Data =
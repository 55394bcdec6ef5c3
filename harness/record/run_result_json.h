// A run as JSON: the JSON report, and what the store keeps of a finished run.

#ifndef GATEDYNO_RECORD_RUN_RESULT_JSON_H_
#define GATEDYNO_RECORD_RUN_RESULT_JSON_H_

#include <nlohmann/json.hpp>

#include "harness/record/run_result.h"

namespace gatedyno {

// {"format": "gatedyno-result/1", "facts": ..., "calibrations": ...,
//  "comparisons": ...}; fields as in record/comparison_json.h.
nlohmann::json RunResultToJson(const RunResult& result);

}  // namespace gatedyno

#endif  // GATEDYNO_RECORD_RUN_RESULT_JSON_H_
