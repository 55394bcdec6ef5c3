#include "harness/netlist/parse_error.h"

#include <string>

#include <gtest/gtest.h>

namespace gatedyno {
namespace {

std::string Word(const std::string& line,
                 int column,
                 const std::string& instance = "") {
  const SourceText source(line, "t.sp");
  return WordParseError({{1, column}, "wrong", instance}, source);
}

TEST(ParseError, ShowsTheLineAndACaret) {
  EXPECT_EQ(Word("r1 a b", 4), "t.sp:1:4: wrong\nr1 a b\n   ^");
  EXPECT_EQ(Word("r1 a b\r\n", 1), "t.sp:1:1: wrong\nr1 a b\n^");
  EXPECT_EQ(Word("", 1), "t.sp:1:1: wrong\n\n^");
}

TEST(ParseError, NamesTheInstance) {
  EXPECT_EQ(Word("r1 a b", 4, "x1.x2"),
            "t.sp:1:4: wrong (in x1.x2)\nr1 a b\n   ^");
}

// One column a byte, so that the caret stands where the column says.
TEST(ParseError, ShowsTabsAndForeignBytesInOneColumn) {
  EXPECT_EQ(Word("\tr1 \xC3\xA9 b", 8), "t.sp:1:8: wrong\n r1 ?? b\n       ^");
  EXPECT_EQ(Word(std::string("a\x1b[31m b"), 8),
            "t.sp:1:8: wrong\na?[31m b\n       ^");
}

TEST(ParseError, CutsALongLineAroundTheCaret) {
  const std::string line = std::string(500, 'a') + "!" + std::string(500, 'b');
  EXPECT_EQ(Word(line, 501),
            "t.sp:1:501: wrong\n..." + std::string(50, 'a') + "!" +
                std::string(25, 'b') + "...\n" + std::string(53, ' ') + "^");
  EXPECT_EQ(Word(line, 1),
            "t.sp:1:1: wrong\n" + std::string(76, 'a') + "...\n^");
  EXPECT_EQ(Word(line, 1001),
            "t.sp:1:1001: wrong\n..." + std::string(51, 'b') + "\n" +
                std::string(53, ' ') + "^");
}

TEST(ParseError, QuotesWhatFitsAMessage) {
  EXPECT_EQ(Quote("w=2x"), "'w=2x'");
  EXPECT_EQ(Quote("a\nb\x7f"), "'a?b?'");
  EXPECT_EQ(Quote(std::string(61, 'a')), "'" + std::string(60, 'a') + "...'");
}

}  // namespace
}  // namespace gatedyno
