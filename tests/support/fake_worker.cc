// A worker without a simulator, for the pool's tests.  The deck's first line
// says what it does with the job; see kDeeds.

#include <csignal>
#include <cstdio>
#include <cstdlib>
#include <filesystem>
#include <fstream>
#include <map>
#include <string>
#include <string_view>
#include <thread>

#include <fmt/format.h>
#include <unistd.h>

#include "harness/base/result.h"
#include "harness/sim/frame.h"
#include "harness/sim/protocol.h"

namespace gatedyno {
namespace {

constexpr int kFakeExitCode = 3;

void Write(std::string_view bytes) {
  std::fwrite(bytes.data(), 1, bytes.size(), stdout);
  std::fflush(stdout);
}

// A number that depends on the deck alone.
double ValueOf(const std::string& deck) {
  double value = 0.0;
  for (const char c : deck) {
    value = value * 0.5 + c;
  }
  return value;
}

Reply Answer(const Job& job) {
  Reply reply;
  reply.outcome.ending = Ending::kMeasured;
  reply.outcome.values_s = {{"value", ValueOf(job.deck)},
                            {"worker", static_cast<double>(::getpid())}};
  return reply;
}

void Echo(const Job& job) {
  Write(EncodeFrame(ReplyText(Answer(job))));
}

void Leave(const Job& job) {
  Reply reply = Answer(job);
  reply.leaving = true;
  Write(EncodeFrame(ReplyText(reply)));
  std::_Exit(0);
}

// Without core files, and past any handler a sanitizer installed.
[[noreturn]] void DieBy(int signal) {
  std::signal(signal, SIG_DFL);
  ::raise(signal);
  std::abort();
}

void Crash(const Job& /*job*/) {
  DieBy(SIGSEGV);
}

void CrashWithWords(const Job& /*job*/) {
  std::fputs("malloc(): corrupted top size\nsecond line\n", stderr);
  DieBy(SIGABRT);
}

// The job's label names a file: missing, it is made and the worker dies.
void CrashOnce(const Job& job) {
  if (std::filesystem::exists(job.label)) {
    Echo(job);
    return;
  }
  std::ofstream(job.label) << "crashed\n";
  DieBy(SIGKILL);
}

void Hang(const Job& /*job*/) {
  while (true) {
    ::pause();
  }
}

void Exit(const Job& /*job*/) {
  std::_Exit(kFakeExitCode);
}

void Babble(const Job& /*job*/) {
  Write("Note: no compatibility mode selected!\n");
}

void SendHalfAFrame(const Job& job) {
  const std::string frame = EncodeFrame(ReplyText(Answer(job)));
  Write(std::string_view(frame).substr(0, 10));
  std::_Exit(0);
}

void SendNoJson(const Job& /*job*/) {
  Write(EncodeFrame("hello?"));
}

void SendNoOutcome(const Job& /*job*/) {
  Write(EncodeFrame("{}"));
}

void ReplyTwice(const Job& job) {
  Echo(job);
  Echo(job);
}

// More on standard error than a pipe holds, then the answer.
void Chatter(const Job& job) {
  for (int i = 0; i < 20'000; ++i) {
    std::fputs("a line of chatter\n", stderr);
  }
  Echo(job);
}

void Doze(const Job& job) {
  std::this_thread::sleep_for(std::chrono::milliseconds(20));
  Echo(job);
}

// Measures only with the settings "careful".
void RefuseUnlessCareful(const Job& job) {
  if (job.settings.at(0) == "careful\n") {
    Echo(job);
    return;
  }
  const std::string settings = job.settings.at(0);
  Reply reply;
  reply.outcome.message =
      "refused with " + settings.substr(0, settings.find('\n'));
  Write(EncodeFrame(ReplyText(reply)));
}

using Deed = void (*)(const Job& job);
const std::map<std::string_view, Deed>& Deeds() {
  static const auto& deeds = *new std::map<std::string_view, Deed>{
      {"echo", Echo},
      {"leave", Leave},
      {"crash", Crash},
      {"crash with words", CrashWithWords},
      {"crash once", CrashOnce},
      {"hang", Hang},
      {"exit", Exit},
      {"babble", Babble},
      {"half a frame", SendHalfAFrame},
      {"no json", SendNoJson},
      {"no outcome", SendNoOutcome},
      {"reply twice", ReplyTwice},
      {"chatter", Chatter},
      {"doze", Doze},
      {"refuse unless careful", RefuseUnlessCareful},
  };
  return deeds;
}

void Do(const std::string& text) {
  const Result<Job> job = ParseJob(text);
  if (!job.ok()) {
    std::_Exit(1);
  }
  const std::string deed = job->deck.substr(0, job->deck.find('\n'));
  const auto found = Deeds().find(deed);
  if (found == Deeds().end()) {
    std::_Exit(1);
  }
  found->second(*job);
}

int Main() {
  Hello hello;
  hello.worker = "fake";
  hello.simulator = "none";
  Write(EncodeFrame(HelloText(hello)));
  FrameReader frames;
  char chunk[4096];
  while (true) {
    const ssize_t got = ::read(STDIN_FILENO, chunk, sizeof chunk);
    if (got <= 0) {
      return 0;
    }
    frames.Append({chunk, static_cast<size_t>(got)});
    for (auto text = frames.Next(); text.ok() && text->has_value();
         text = frames.Next()) {
      Do(**text);
    }
  }
}

}  // namespace
}  // namespace gatedyno

int main() {
  return gatedyno::Main();
}
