#include "harness/record/comparison_json.h"

#include <cmath>
#include <exception>
#include <limits>
#include <stdexcept>

#include <fmt/format.h>

namespace gatedyno {
namespace {

using nlohmann::json;

// Every Read... below throws what nlohmann_json throws, or UnknownName; the
// public functions turn it into an Error.
struct UnknownName : std::runtime_error {
  using std::runtime_error::runtime_error;
};

json Write(double number) {
  return std::isfinite(number) ? json(number) : json(nullptr);
}

json Write(const std::optional<double>& number) {
  return number ? Write(*number) : json(nullptr);
}

std::optional<double> ReadOptional(const json& from, const char* field) {
  const json& value = from.at(field);
  return value.is_null() ? std::nullopt
                         : std::optional<double>(value.get<double>());
}

// Of a field that an older gatedyno did not write.
std::optional<double> ReadIfThere(const json& from, const char* field) {
  return from.contains(field) ? ReadOptional(from, field) : std::nullopt;
}

double ReadNumber(const json& from, const char* field) {
  return ReadOptional(from, field)
      .value_or(std::numeric_limits<double>::quiet_NaN());
}

std::string ReadText(const json& from, const char* field) {
  return from.at(field).get<std::string>();
}

Edge ReadEdge(const json& from, const char* field) {
  const std::string name = ReadText(from, field);
  for (const Edge edge : {Edge::kRise, Edge::kFall}) {
    if (name == EdgeName(edge)) {
      return edge;
    }
  }
  throw UnknownName(fmt::format("unknown edge '{}'", name));
}

Verdict ReadVerdict(const json& from, const char* field) {
  const std::string name = ReadText(from, field);
  for (const Verdict verdict :
       {Verdict::kWithin, Verdict::kBeyond, Verdict::kNotMeasured}) {
    if (name == VerdictName(verdict)) {
      return verdict;
    }
  }
  throw UnknownName(fmt::format("unknown verdict '{}'", name));
}

json Write(const Measured& measured) {
  return {{"value", Write(measured.value)}, {"u", Write(measured.u)}};
}

Measured ReadMeasured(const json& from, const char* field) {
  const json& value = from.at(field);
  return {ReadNumber(value, "value"), ReadOptional(value, "u")};
}

json Write(const Arc& arc) {
  json side = json::array();
  for (const SideInput& input : arc.side) {
    side.push_back({{"pin", input.pin}, {"high", input.high}});
  }
  return {{"cell", arc.cell},
          {"pin", arc.pin},
          {"output", arc.output},
          {"input_edge", EdgeName(arc.input_edge)},
          {"edge", EdgeName(arc.edge)},
          {"side", std::move(side)}};
}

Arc ReadArc(const json& from) {
  Arc arc;
  arc.cell = ReadText(from, "cell");
  arc.pin = ReadText(from, "pin");
  arc.output = ReadText(from, "output");
  arc.input_edge = ReadEdge(from, "input_edge");
  arc.edge = ReadEdge(from, "edge");
  for (const json& input : from.at("side")) {
    arc.side.push_back({ReadText(input, "pin"), input.at("high").get<bool>()});
  }
  return arc;
}

json Write(const Estimate& estimate) {
  return {{"effort", Write(estimate.effort)},
          {"parasitic_by_nodes", Write(estimate.parasitic_by_nodes)},
          {"parasitic_by_elmore", Write(estimate.parasitic_by_elmore)},
          {"fixed_first_effort", Write(estimate.fixed_first_effort)},
          {"inner_effort", Write(estimate.inner_effort)}};
}

Estimate ReadEstimate(const json& from) {
  Estimate estimate;
  estimate.effort = ReadNumber(from, "effort");
  estimate.parasitic_by_nodes = ReadNumber(from, "parasitic_by_nodes");
  estimate.parasitic_by_elmore = ReadNumber(from, "parasitic_by_elmore");
  estimate.fixed_first_effort = ReadOptional(from, "fixed_first_effort");
  estimate.inner_effort = ReadNumber(from, "inner_effort");
  return estimate;
}

json Write(const Point& point) {
  return {{"fanout", Write(point.fanout)},
          {"delay_s", Write(point.delay_s)},
          {"input_transition_s", Write(point.input_transition_s)},
          {"output_transition_s", Write(point.output_transition_s)},
          {"job_key", point.job_key}};
}

Point ReadPoint(const json& from) {
  return {.fanout = ReadNumber(from, "fanout"),
          .delay_s = ReadNumber(from, "delay_s"),
          .input_transition_s = ReadNumber(from, "input_transition_s"),
          .output_transition_s = ReadNumber(from, "output_transition_s"),
          .job_key = ReadText(from, "job_key")};
}

json Write(const Line& line) {
  return {{"slope_s", Write(line.slope_s)},
          {"intercept_s", Write(line.intercept_s)},
          {"slope_u_s", Write(line.slope_u_s)},
          {"intercept_u_s", Write(line.intercept_u_s)},
          {"covariance_s2", Write(line.covariance_s2)},
          {"largest_residual_s", Write(line.largest_residual_s)},
          {"points", line.points}};
}

Line ReadLine(const json& from) {
  return {.slope_s = ReadNumber(from, "slope_s"),
          .intercept_s = ReadNumber(from, "intercept_s"),
          .slope_u_s = ReadOptional(from, "slope_u_s"),
          .intercept_u_s = ReadOptional(from, "intercept_u_s"),
          .covariance_s2 = ReadOptional(from, "covariance_s2"),
          .largest_residual_s = ReadNumber(from, "largest_residual_s"),
          .points = from.at("points").get<int>()};
}

json Write(const Corner& corner) {
  return {{"name", corner.name},
          {"process", corner.process},
          {"supply_v", Write(corner.supply_v)},
          {"temperature_c", Write(corner.temperature_c)}};
}

Corner ReadCorner(const json& from) {
  return {.name = ReadText(from, "name"),
          .process = ReadText(from, "process"),
          .supply_v = ReadNumber(from, "supply_v"),
          .temperature_c = ReadNumber(from, "temperature_c")};
}

Comparison ReadComparison(const json& from) {
  Comparison comparison;
  comparison.arc = ReadArc(from.at("arc"));
  comparison.corner = ReadText(from, "corner");
  comparison.estimate = ReadEstimate(from.at("estimate"));
  comparison.tolerance.effort = ReadNumber(from.at("tolerance"), "effort");
  comparison.tolerance.parasitic =
      ReadNumber(from.at("tolerance"), "parasitic");
  for (const json& point : from.at("points")) {
    comparison.points.push_back(ReadPoint(point));
  }
  comparison.hand_parasitic = ReadNumber(from, "hand_parasitic");
  if (const json& line = from.at("line"); !line.is_null()) {
    comparison.line = ReadLine(line);
    comparison.effort = ReadMeasured(from, "effort");
    comparison.effort_mean = ReadMeasured(from, "effort_mean");
    comparison.parasitic = ReadMeasured(from, "parasitic");
    comparison.effort_difference = ReadNumber(from, "effort_difference");
    comparison.parasitic_difference = ReadNumber(from, "parasitic_difference");
    comparison.effort_difference_expanded =
        ReadIfThere(from, "effort_difference_expanded");
    comparison.parasitic_difference_expanded =
        ReadIfThere(from, "parasitic_difference_expanded");
  }
  comparison.bent = from.at("bent").get<bool>();
  comparison.verdict = ReadVerdict(from, "verdict");
  comparison.reason = ReadText(from, "reason");
  return comparison;
}

Calibration ReadCalibration(const json& from) {
  return {.corner = ReadCorner(from.at("corner")),
          .tau_rise_s = ReadMeasured(from, "tau_rise_s"),
          .tau_fall_s = ReadMeasured(from, "tau_fall_s"),
          .tau_s = ReadMeasured(from, "tau_s"),
          .p_inv = ReadMeasured(from, "p_inv"),
          .fo4_s = ReadNumber(from, "fo4_s")};
}

template <class T>
Result<T> Caught(const json& from, T (*read)(const json&), const char* what) {
  try {
    return read(from);
  } catch (const std::exception& thrown) {
    return Internal(fmt::format("not a {}: {}", what, thrown.what()));
  }
}

}  // namespace

json ComparisonToJson(const Comparison& comparison) {
  json points = json::array();
  for (const Point& point : comparison.points) {
    points.push_back(Write(point));
  }
  const Tolerance& tolerance = comparison.tolerance;
  const bool measured = comparison.line.has_value();
  const auto if_measured = [measured](const auto& value) {
    return measured ? Write(value) : json(nullptr);
  };
  return {
      {"arc", Write(comparison.arc)},
      {"corner", comparison.corner},
      {"estimate", Write(comparison.estimate)},
      {"tolerance",
       {{"effort", Write(tolerance.effort)},
        {"parasitic", Write(tolerance.parasitic)}}},
      {"points", std::move(points)},
      {"line", measured ? Write(*comparison.line) : json(nullptr)},
      {"effort", if_measured(comparison.effort)},
      {"effort_mean", if_measured(comparison.effort_mean)},
      {"parasitic", if_measured(comparison.parasitic)},
      {"hand_parasitic", Write(comparison.hand_parasitic)},
      {"effort_difference", if_measured(comparison.effort_difference)},
      {"parasitic_difference", if_measured(comparison.parasitic_difference)},
      {"effort_difference_expanded",
       if_measured(comparison.effort_difference_expanded)},
      {"parasitic_difference_expanded",
       if_measured(comparison.parasitic_difference_expanded)},
      {"bent", comparison.bent},
      {"verdict", VerdictName(comparison.verdict)},
      {"reason", comparison.reason},
  };
}

Result<Comparison> ComparisonFromJson(const json& json) {
  return Caught(json, ReadComparison, "comparison");
}

json CalibrationToJson(const Calibration& calibration) {
  return {{"corner", Write(calibration.corner)},
          {"tau_rise_s", Write(calibration.tau_rise_s)},
          {"tau_fall_s", Write(calibration.tau_fall_s)},
          {"tau_s", Write(calibration.tau_s)},
          {"p_inv", Write(calibration.p_inv)},
          {"fo4_s", Write(calibration.fo4_s)}};
}

Result<Calibration> CalibrationFromJson(const json& json) {
  return Caught(json, ReadCalibration, "calibration");
}

}  // namespace gatedyno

Problem requirements = Filter the entries above down to the lines that hold the word "fanout", and copy those lines.

Answer box =
  return {{"fanout", Write(point.fanout)},
  return {.fanout = ReadNumber(from, "fanout"),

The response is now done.